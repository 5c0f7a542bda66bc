"""Errors and intervals of the polarisation angle, from its exact distribution.

For a true vector of length p0 the direction of the measured one has a closed distribution, found by integrating
the bivariate normal over its length (Naghizadeh-Khouei & Clarke 1993, A&A 274, 968, for equal errors; the same
integral holds for any covariance). theta is half that direction.
"""

from __future__ import annotations

from collections.abc import Callable
from functools import lru_cache

import numpy as np
from numpy.typing import ArrayLike
from scipy.special import ndtr

from hwpol.errors import InputError
from hwpol.statistics.belt import normal_half_width
from hwpol.statistics.debias import estimate
from hwpol.statistics.intervals import LONGEST_EXACT
from hwpol.statistics.moments import Array, Geometry, geometry, null_p_value
from hwpol.statistics.posterior import variances
from hwpol.statistics.tables import ROUND, Table, not_tabulated, root

UNIFORM = 180.0 / np.sqrt(12.0)  # standard deviation of an angle of which nothing is known, degrees
_SCALE = 2.0  # p0 = scale x / (1 - x)
_LINE, _BULK = 241, 41
_NODES = 400  # Gauss-Legendre nodes over the directions that matter
_PANELS, _PANEL_NODES = 64, 6
_CHUNK = 2_000

_Both = Callable[[Array], Array]


def density(direction: Array, p0: Array, stretch: Array, tilt: Array) -> Array:
    """Density, per radian of the (q, u) plane, of the measured direction about the true one.

    Parameters
    ----------
    direction : ndarray
        Radians in [-pi, pi], twice the error of theta.
    p0, stretch, tilt : ndarray
        True length and shape of the ellipse, as `posterior`; all broadcast. For equal errors this is, with
        theta the error of the position angle, half of G(theta; P0) as published, which is per radian of theta.
    """
    along, across, cross = variances(stretch, tilt)
    det = along * across - cross**2
    det = np.where(stretch < ROUND, 1.0, np.maximum(det, 1.0 - np.tanh(stretch) ** 2))
    c, s = np.cos(direction), np.sin(direction)
    a = (across * c * c - 2 * cross * c * s + along * s * s) / det
    d = p0**2 * across / det
    t = p0 * (across * c - cross * s) / det / np.sqrt(a)
    main = np.sqrt(2 * np.pi) * t * ndtr(t) * np.exp(0.5 * np.minimum(t * t - d, 0.0))
    return (np.exp(-0.5 * d) + main) / (2 * np.pi * a * np.sqrt(det))


@lru_cache(maxsize=1)
def _legendre() -> tuple[Array, Array]:
    return np.polynomial.legendre.leggauss(_NODES)


def _window(p0: Array, stretch: Array) -> Array:
    """Half the range of directions that matter, radians: the circle until its far side is e^-32 down."""
    signal = p0 / np.sqrt(1 + np.tanh(stretch))
    return np.where(signal < 8.0, np.pi, 12.0 / np.maximum(signal, 8.0))


def spread(p0: Array, stretch: Array, tilt: Array) -> Array:
    """Root mean square error of theta, degrees, by quadrature; flat arrays, p0 finite."""
    nodes, weights = _legendre()
    out = np.empty_like(p0)
    for start in range(0, p0.size, _CHUNK):
        part = slice(start, start + _CHUNK)
        direction = _window(p0[part], stretch[part])[:, None] * nodes
        mass = density(direction, p0[part, None], stretch[part, None], tilt[part, None]) * weights
        out[part] = np.sqrt((mass * direction**2).sum(axis=1) / mass.sum(axis=1))
    return np.degrees(0.5 * out)


def half_width(p0: Array, stretch: Array, tilt: Array, level: float) -> Array:
    """Error of theta, degrees, that holds ``level`` of the distribution either side of the truth; flat arrays."""
    nodes, weights = np.polynomial.legendre.leggauss(_PANEL_NODES)
    fractions = 0.5 * (nodes + 1)
    out = np.empty_like(p0)
    for start in range(0, p0.size, _CHUNK):
        part = slice(start, start + _CHUNK)
        shape = p0[part, None], stretch[part, None], tilt[part, None]
        panel = _window(p0[part], stretch[part]) / _PANELS

        def both(direction: Array, shape: tuple[Array, Array, Array] = shape) -> Array:
            return density(direction, *shape) + density(-direction, *shape)

        places = (np.arange(_PANELS)[:, None] + fractions).ravel()
        mass = (both(panel[:, None] * places).reshape(-1, _PANELS, _PANEL_NODES) @ weights).cumsum(axis=1)
        mass = np.concatenate([np.zeros((mass.shape[0], 1)), mass], axis=1)
        wanted = level * mass[:, -1]
        first = np.minimum((mass[:, 1:] < wanted[:, None]).sum(axis=1), _PANELS - 1)
        missing = wanted - mass[np.arange(first.size), first]

        def surplus(
            x: Array, first: Array = first, panel: Array = panel, missing: Array = missing, both: _Both = both
        ) -> Array:
            return x * (both(panel[:, None] * (first[:, None] + x[:, None] * fractions)) @ weights) - missing

        out[part] = panel * (first + root(surplus, np.zeros(first.size), np.ones(first.size), exact=1e-9))
    return np.degrees(0.5 * out)


def _scaled(x: Array, stretch: Array, tilt: Array, level: float | None) -> Array:
    """Error times sqrt(1 + p0^2) over the error across, finite from no signal to infinite signal."""
    across = np.sqrt(variances(stretch, tilt)[1])
    normal = 1.0 if level is None else normal_half_width(level)
    out = np.full(x.shape, np.degrees(0.5) * normal)
    finite = x < 1
    p0 = _SCALE * x[finite] / (1 - x[finite])
    shape = p0, stretch[finite], tilt[finite]
    value = spread(*shape) if level is None else half_width(*shape, level)
    out[finite] = value * np.hypot(1.0, p0) / across[finite]
    return out


@lru_cache(maxsize=32)
def _table(level: float | None) -> Table:
    return Table(lambda x, stretch, tilt: _scaled(x, stretch, tilt, level), _LINE, _BULK)


def _evaluate(g: Geometry, p0: Array, level: float | None) -> Array:
    """Standard deviation (level None) or half-width of theta at the true length p0; NaN where g is."""
    out = np.full(g.p.shape, np.nan)
    good = np.isfinite(g.p)
    stretch, tilt = np.minimum(g.stretch[good], LONGEST_EXACT), g.tilt[good]
    tilt = np.where(stretch < ROUND, 0.0, tilt)
    signal = p0[good] / g.unit[good]
    exact = not_tabulated(stretch)
    value = np.empty_like(signal)
    if exact.any():
        shape = signal[exact], stretch[exact], tilt[exact]
        value[exact] = spread(*shape) if level is None else half_width(*shape, level)
    if not exact.all():
        rest = signal[~exact], stretch[~exact], tilt[~exact]
        tabulated = _table(level)(rest[0] / (rest[0] + _SCALE), *rest[1:])
        value[~exact] = tabulated * np.sqrt(variances(*rest[1:])[1]) / np.hypot(1.0, rest[0])
    out[good] = value
    return out


def theta_error(q: ArrayLike, u: ArrayLike, covariance: ArrayLike, method: str = "modified-asymptotic") -> Array:
    """Standard error of the polarisation angle.

    Parameters
    ----------
    q, u : array_like
        Normalised Stokes parameters.
    covariance : array_like, (..., 2, 2)
        Their covariance.
    method : str
        The estimator of `debias` that gives the signal.

    Returns
    -------
    ndarray
        Degrees: root mean square deviation of the angle about the truth, which is taken along (q, u) at the
        de-biased length. 180/sqrt(12) = 51.96 where that is zero, and never more; 28.65 sigma / p at high
        signal. NaN where an input is NaN or the covariance is not positive.
    """
    g = geometry(q, u, covariance)
    p0 = estimate(g.p, np.sqrt(g.across), method)
    return np.where(p0 == 0, UNIFORM, np.minimum(_evaluate(g, p0, None), UNIFORM))


def theta_interval(
    q: ArrayLike, u: ArrayLike, covariance: ArrayLike, level: float = 0.6827, method: str = "modified-asymptotic"
) -> tuple[Array, Array]:
    """Interval of the polarisation angle, symmetric about the measured one.

    Parameters
    ----------
    q, u, covariance, method
        As `theta_error`.
    level : float
        Probability content, between 0 and 1.

    Returns
    -------
    low, high : ndarray
        Degrees; low may be negative and high above 180, so that low <= theta <= high with theta in [0, 180).
        The full range theta - 90, theta + 90 where the angle is undetermined at this level: where the vector
        does not differ from zero with this confidence, so that no direction can be excluded. NaN policy as
        `theta_error`.
    """
    if not 0.0 < level < 1.0:
        raise InputError(f"level = {level}: expected a probability between 0 and 1, such as 0.6827")
    g = geometry(q, u, covariance)
    p0 = estimate(g.p, np.sqrt(g.across), method)
    undetermined = (null_p_value(q, u, covariance) >= 1 - level) | (p0 == 0)
    half = np.where(undetermined, 90.0, _evaluate(g, p0, float(level)))
    theta = np.mod(np.degrees(0.5 * g.phase), 180.0)
    theta = np.where(theta == 180.0, 0.0, theta)
    return theta - half, theta + half


def unwrap_theta(theta: ArrayLike) -> Array:
    """Angles along the last axis with jumps of 180 degrees removed: for display, never for averages.

    Parameters
    ----------
    theta : array_like
        Degrees, any range; NaN entries stay and are stepped over.
    """
    angle = np.array(theta, dtype=float)
    flat = angle.reshape(-1, angle.shape[-1]) if angle.size else angle
    for row in flat if angle.size else ():
        known = np.isfinite(row)
        row[known] = np.unwrap(row[known], period=180.0)
    return angle
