"""Exact posterior of the true degree of polarisation for a general covariance, by quadrature.

The likelihood of the true vector is integrated over its direction on the circle of radius p0, which gives
g(p0); the prior flat in p0 >= 0 (Vaillancourt 2006, PASP 118, 1340) makes g the posterior, the prior flat in
(q, u) (Quinn 2012, A&A 538, A65) makes it p0 g(p0). For equal errors these are the closed forms
exp(-(p^2 + p0^2) / 2) I0(p p0), with the factor p0 or without.

Arguments are flat arrays: p in the unit of `Geometry.unit`, stretch and tilt as there.
"""

from __future__ import annotations

from functools import lru_cache

import numpy as np
from numpy.polynomial import chebyshev

from hwpol.statistics.moments import Array
from hwpol.statistics.tables import root

FAR = 60.0  # signal beyond which the expansion in 1/p is used: what it drops is of order 1/p^2
_NODES = 128  # Chebyshev nodes over the window; a Gaussian of its smallest width there needs about 90
_GRID = 1025  # points on which the posterior is kept; cubic interpolation there is right to 1e-7
_CHUNK = 1_000_000  # array elements at a time


def variances(stretch: Array, tilt: Array) -> tuple[Array, Array, Array]:
    """Variance along and across the vector and their covariance, for a mean eigenvalue of 1."""
    e = np.tanh(stretch)
    along = 1 + e * np.cos(2 * tilt)
    # Written with the small eigenvalue so that long ellipses keep their digits.
    least = 1 - e
    return np.maximum(along, least), np.maximum(2 - along, least), e * np.sin(2 * tilt)


@lru_cache(maxsize=1)
def _transform() -> tuple[Array, Array, Array, Array]:
    """Chebyshev nodes, and matrices from values there to integral, value and slope on a uniform grid over [-1, 1]."""
    nodes = np.cos(np.pi * (np.arange(_NODES) + 0.5) / _NODES)
    matrix = 2.0 / _NODES * np.cos(np.outer(np.arange(_NODES), np.arccos(nodes)))
    matrix[0] *= 0.5
    grid = np.linspace(-1.0, 1.0, _GRID)
    series = (chebyshev.chebint(matrix, lbnd=-1), matrix, chebyshev.chebder(matrix))
    integral, value, slope = (np.asarray(chebyshev.chebvander(grid, part.shape[0] - 1) @ part).T for part in series)
    return nodes, integral, value, slope


def marginal(r: Array, p: Array, stretch: Array, tilt: Array, half: Array) -> Array:
    """g(r): the likelihood averaged over direction, up to a factor per row.

    Parameters
    ----------
    r : ndarray (n, m)
        Radii.
    p, stretch, tilt, half : ndarray (n,)
        Measured length, shape of the ellipse, and half the width of the window of radii.
    """
    along, across, cross = variances(stretch, tilt)
    major, minor = np.sqrt(1 + np.tanh(stretch)), np.sqrt(1 - np.tanh(stretch))
    det = along * across - cross**2
    det = np.where(det > 0, det, (major * minor) ** 2)
    # Directions that matter end 8.5 standard errors away; far from the origin that is a small part of the circle.
    window = np.minimum(np.pi, 8.5 * major / np.maximum(p - half, 1e-3))
    # A trapezoid with steps of 1.2 standard deviations of a Gaussian is right to 1e-6.
    steps = np.ceil(2 * window * (p + half) / (1.2 * minor)).astype(int) + 16
    out = np.empty_like(r)
    order = np.argsort(steps)
    start = 0
    while start < order.size:
        stop = start + 1
        while stop < order.size and (stop - start) * r.shape[1] * steps[order[stop]] < _CHUNK:
            stop += 1
        rows = order[start:stop]
        count = int(steps[rows[-1]])
        angle = window[rows, None] * (2 * (np.arange(count) + 0.5) / count - 1)
        x = r[rows, :, None] * np.cos(angle)[:, None, :] - p[rows, None, None]
        y = r[rows, :, None] * np.sin(angle)[:, None, :]
        a, b, c, d = (part[rows, None, None] for part in (across, along, cross, det))
        out[rows] = np.exp(-0.5 * (a * x * x - 2 * c * x * y + b * y * y) / d).mean(axis=-1)
        start = stop
    return out


class Posterior:
    """Posterior of p0 for every row: density and distribution function on a fine grid, with slopes.

    Parameters
    ----------
    p, stretch, tilt : ndarray (n,)
        Measured length (up to `FAR`) and shape of the ellipse.
    plane : bool
        Prior flat in (q, u) instead of flat in p0.
    """

    def __init__(self, p: Array, stretch: Array, tilt: Array, *, plane: bool) -> None:
        along, across, _ = variances(stretch, tilt)
        major = np.sqrt(1 + np.tanh(stretch))
        half = np.minimum(7.5 * major, 7.5 * np.sqrt(along) + 30 * across / np.maximum(p, 1e-3))
        self.low = np.maximum(p - half, 0.0)
        self.high = p + half
        nodes, *matrices = _transform()
        r = self.low[:, None] + 0.5 * (self.high - self.low)[:, None] * (nodes + 1)
        values = marginal(r, p, stretch, tilt, half) * (r if plane else 1.0)
        cumulative, density, slope = (values @ matrix for matrix in matrices)
        total = cumulative[:, -1:].copy()
        self._step = (self.high - self.low) / (cumulative.shape[1] - 1)
        # In the unit of one grid step throughout, as the Hermite polynomials want it.
        half_step = 1.0 / (cumulative.shape[1] - 1)
        self._cumulative = cumulative / total
        self._density = 2 * half_step * density / total
        self._slope = (2 * half_step) ** 2 * slope / total

    def _cell(self, r: Array) -> tuple[Array, Array]:
        place = np.clip((r - self.low) / self._step, 0.0, self._cumulative.shape[1] - 1.0)
        index = np.minimum(place.astype(int), self._cumulative.shape[1] - 2)
        return index, place - index

    def _hermite(self, values: Array, slopes: Array, r: Array) -> Array:
        index, t = self._cell(r)
        row = np.arange(r.size)
        left, right = values[row, index], values[row, index + 1]
        rise = right - left
        into, out = slopes[row, index] - rise, rise - slopes[row, index + 1]
        return left + t * (rise + (1 - t) * (into * (1 - t) + out * t))

    def density(self, r: Array) -> Array:
        """Density at one radius per row, per grid step."""
        return self._hermite(self._density, self._slope, r)

    def cumulative(self, r: Array) -> Array:
        """Probability below one radius per row."""
        return self._hermite(self._cumulative, self._density, r)

    def quantile(self, level: float | Array) -> Array:
        """Radius below which the probability ``level`` lies."""
        return root(lambda r: self.cumulative(r) - level, self.low, self.high)

    def shortest(self, level: float) -> tuple[Array, Array]:
        """Shortest interval with the probability ``level``; low is 0 where the density there is high enough.

        The posterior of a long ellipse can have two peaks; the shortest interval is searched over the whole range.
        """
        count = self._cumulative.shape[1]
        offset = 2.0 * np.arange(self.low.size)[:, None]
        index = np.arange(0, count, 4)
        wanted = np.minimum(self._cumulative[:, index] + level, 1.0)
        upper = np.searchsorted((self._cumulative + offset).ravel(), (wanted + offset).ravel()).reshape(wanted.shape)
        upper = np.clip(upper - count * np.arange(self.low.size)[:, None], 1, count - 1)
        row = np.arange(self.low.size)[:, None]
        left, right = self._cumulative[row, upper - 1], self._cumulative[row, upper]
        part = np.clip((wanted - left) / np.maximum(right - left, 1e-300), 0.0, 1.0)
        width = np.where(self._cumulative[:, index] + level < 1.0, upper - 1 + part - index, np.inf)
        best = index[np.argmin(width, axis=1)]
        start = self.low + self._step * np.maximum(best - 4, 0)
        stop = self.low + self._step * (best + 4)
        stop = np.minimum(stop, self.quantile(1.0 - level))

        def high(low: Array) -> Array:
            return self.quantile(self.cumulative(low) + level)

        low = root(lambda r: self.density(r) - self.density(high(r)), start, stop)
        return low, high(low)

    def excess_at_zero(self, level: float) -> Array:
        """Density at the one-sided quantile minus that at zero: the shortest interval leaves zero where positive."""
        return self.density(self.quantile(level)) - self.density(np.zeros_like(self.low))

● To do: There is a line with "finite = x < 1" and a line with "level), _LINE, _BULK)" above. Copy exactly those two lines and all lines between them, with nothing else.

● Solution:
    finite = x < 1
    p0 = _SCALE * x[finite] / (1 - x[finite])
    shape = p0, stretch[finite], tilt[finite]
    value = spread(*shape) if level is None else half_width(*shape, level)
    out[finite] = value * np.hypot(1.0, p0) / across[finite]
    return out


@lru_cache(maxsize=32)
def _table(level: float | None) -> Table:
    return Table(lambda x, stretch, tilt: _scaled(x, stretch, tilt, level), _LINE, _BULK)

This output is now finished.